== Your objective ==
Your answer should consist of the lines below that hold the word "onto".

Collected data entries
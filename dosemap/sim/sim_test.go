package sim

import (
	"bytes"
	"crypto/sha256"
	"encoding/hex"
	"encoding/json"
	"fmt"
	"io/fs"
	"math"
	"os"
	"os/exec"
	"path/filepath"
	"regexp"
	"sort"
	"strings"
	"sync"
	"testing"

	"dosecover/dosemap"
	"dosecover/dosemap/testkit"

	"github.com/suyashkumar/dicom"
	"github.com/suyashkumar/dicom/pkg/tag"
)

// The demo case is written once per test binary and shared.
var (
	demoOnce  sync.Once
	demoPath  string
	demoTruth *Truth
	demoErr   error
	demoTmp   string
)

func TestMain(m *testing.M) {
	code := m.Run()
	if demoTmp != "" {
		os.RemoveAll(demoTmp)
	}
	os.Exit(code)
}

func demo(t testing.TB) (string, *Truth) {
	t.Helper()
	demoOnce.Do(func() {
		demoTmp, demoErr = os.MkdirTemp("", "dosecover-sim-test-")
		if demoErr != nil {
			return
		}
		demoPath = filepath.Join(demoTmp, "demo")
		demoTruth, demoErr = WriteDemo(demoPath)
	})
	if demoErr != nil {
		t.Fatal(demoErr)
	}
	return demoPath, demoTruth
}

// smallSession is the demo scenario cut to three sonications, for tests
// that write a session more than once.
func smallSession() *Session {
	s := DemoSession()
	s.Sonications = s.Sonications[:3]
	s.Motion = nil
	return s
}

// needTool returns the path of an outside tool, or skips (fails under
// CI=true) when it is missing.
func needTool(t *testing.T, name string) string {
	t.Helper()
	p, err := exec.LookPath(name)
	if err != nil {
		missing(t, fmt.Sprintf("%s not found (Debian package dicom3tools provides dciodvfy): %v", name, err))
	}
	return p
}

func missing(t *testing.T, msg string) {
	t.Helper()
	if os.Getenv("CI") == "true" {
		t.Fatal(msg)
	}
	t.Skip(msg)
}
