// addTo adds f's rise at the baseline of tail tl (mean over its baseline
// frames) to rise, and the change of f's rise from that baseline to each
// of tl's tail frames to corr[frame]; NaN where f is unknown. Both are on
// tl's grid: f's values are resampled onto it when the grids differ (NaN
// outside f's grid).
//
// With only not nil, voxels of g outside only are left as they are (the
// estimate of several stacks, needed within their masks only); spans, when
// not nil, are only's first and last voxel of each row of g (see
// maskSpans): the voxels of a row outside its span are not visited.
//
// With acc not nil, rise and corr are not used: at each voxel of only
// where f is known its rise and changes are added to acc's sums and the
// voxel counted (acc.sumR, acc.sumC, acc.cnt); unknown voxels are left as
// they are. The sums are those of adding addTo's values on zeroed
// buffers, to the last bit (x + 0 is x).
func (f *coolingFit) addTo(g Geometry, tl *CoolingTail, rise []float32, corr [][]float32, only []bool, spans []rowSpan, acc *stackScratch) {
	nan := float32(math.NaN())
	tb := f.meanTable(tl.Baseline)
	tf := make([][]float32, len(tl.Times))
	for fr, t := range tl.Times {
		tf[fr] = f.table(t)
	}
	if f.g.SameGrid(g, 0.01) {
		if acc == nil {
			// Each voxel is changed by itself, once, so the unknown runs
			// and then the heated voxels may be visited in any order:
			// NaN where a is unknown, the rise and its changes added
			// where a > 0, voxels with a = 0 left as they are (only is not
			// consulted: f is unknown outside the mask it was fitted in).
			for _, r := range f.unknown {
				for v := r[0]; v < r[1]; v++ {
					rise[v] = nan
				}
			}
			for _, v := range f.heated {
				a := f.amp[v]
				ti := f.tau[v]
				b := a * tb[ti]
				rise[v] += b
				for fr := range tf {
					corr[fr][v] += a*tf[fr][ti] - b
				}
			}
			return
		}
		for v, a := range f.amp {
			if a != a || (only != nil && !only[v]) {
				continue
			}
			acc.cnt[v]++
			if a == 0 {
				continue
			}
			ti := f.tau[v]
			b := a * tb[ti]
			acc.sumR[v] += b
			for fr := range tf {
				acc.sumC[fr][v] += a*tf[fr][ti] - b
			}
		}
		return
	}
	// f's values a·table resampled trilinearly onto g (as Resample does,
	// to the last bit): the taps of each voxel of g are found once for
	// every table.
	tabs := append([][]float32{tb}, tf...)
	vals := make([]float64, len(tabs))
	o0, o1, o2 := f.g.Voxel(g.Point(0, 0, 0))
	a0, a1, a2 := f.g.Voxel(g.Point(1, 0, 0))
	b0, b1, b2 := f.g.Voxel(g.Point(0, 1, 0))
	c0, c1, c2 := f.g.Voxel(g.Point(0, 0, 1))
	a0, a1, a2 = a0-o0, a1-o1, a2-o2
	b0, b1, b2 = b0-o0, b1-o1, b2-o2
	c0, c1, c2 = c0-o0, c1-o1, c2-o2
	var idx [8]int
	var w [8]float64
	for k := 0; k < g.Slices; k++ {
		fk := float64(k)
		for j := 0; j < g.Rows; j++ {
			row := k*g.Rows + j
			first, last := 0, g.Cols-1
			if spans != nil {
				first, last = spans[row].first, spans[row].last
				if first > last {
					continue // no voxel of only in this row
				}
			}
			fj := float64(j)
			x := o0 + fj*b0 + fk*c0
			y := o1 + fj*b1 + fk*c1
			z := o2 + fj*b2 + fk*c2
			// Voxels of the row beyond ilo..ihi lie outside f's grid
			// (Taps would find no voxel): unknown.
			ilo, ihi := rowInside(x, a0, f.g.Cols, 0, g.Cols-1)
			ilo, ihi = rowInside(y, a1, f.g.Rows, ilo, ihi)
			ilo, ihi = rowInside(z, a2, f.g.Slices, ilo, ihi)
			for i, v := first, row*g.Cols+first; i <= last; i, v = i+1, v+1 {
				if only != nil && !only[v] {
					continue
				}
				n := 0
				if i >= ilo && i <= ihi {
					fi := float64(i)
					n = f.g.Taps(x+fi*a0, y+fi*a1, z+fi*a2, &idx, &w)
				}
				if n == 0 {
					if acc != nil {
						continue
					}
					rise[v] = nan
					for fr := range tf {
						corr[fr][v] = nan
					}
					continue
				}
				clear(vals)
				known := true
				for t := 0; t < n; t++ {
					a := f.amp[idx[t]]
					if a != a {
						known = false
						break
					}
					ti := f.tau[idx[t]]
					for q, tab := range tabs {
						vals[q] += w[t] * float64(a*tab[ti])
					}
				}
				if !known {
					if acc != nil {
						continue
					}
					rise[v] = nan
					for fr := range tf {
						corr[fr][v] = nan
					}
					continue
				}
				at := float32(vals[0])
				if acc != nil {
					acc.sumR[v] += at
					for fr := range tf {
						acc.sumC[fr][v] += float32(vals[fr+1]) - at
					}
					acc.cnt[v]++
					continue
				}
				rise[v] += at
				for fr := range tf {
					corr[fr][v] += float32(vals[fr+1]) - at
				}
			}
		}
	}
}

== Exercise response ==
// tl's grid: f's values are resampled onto it when the grids differ (NaN
	// f's values a·table resampled trilinearly onto g (as Resample does,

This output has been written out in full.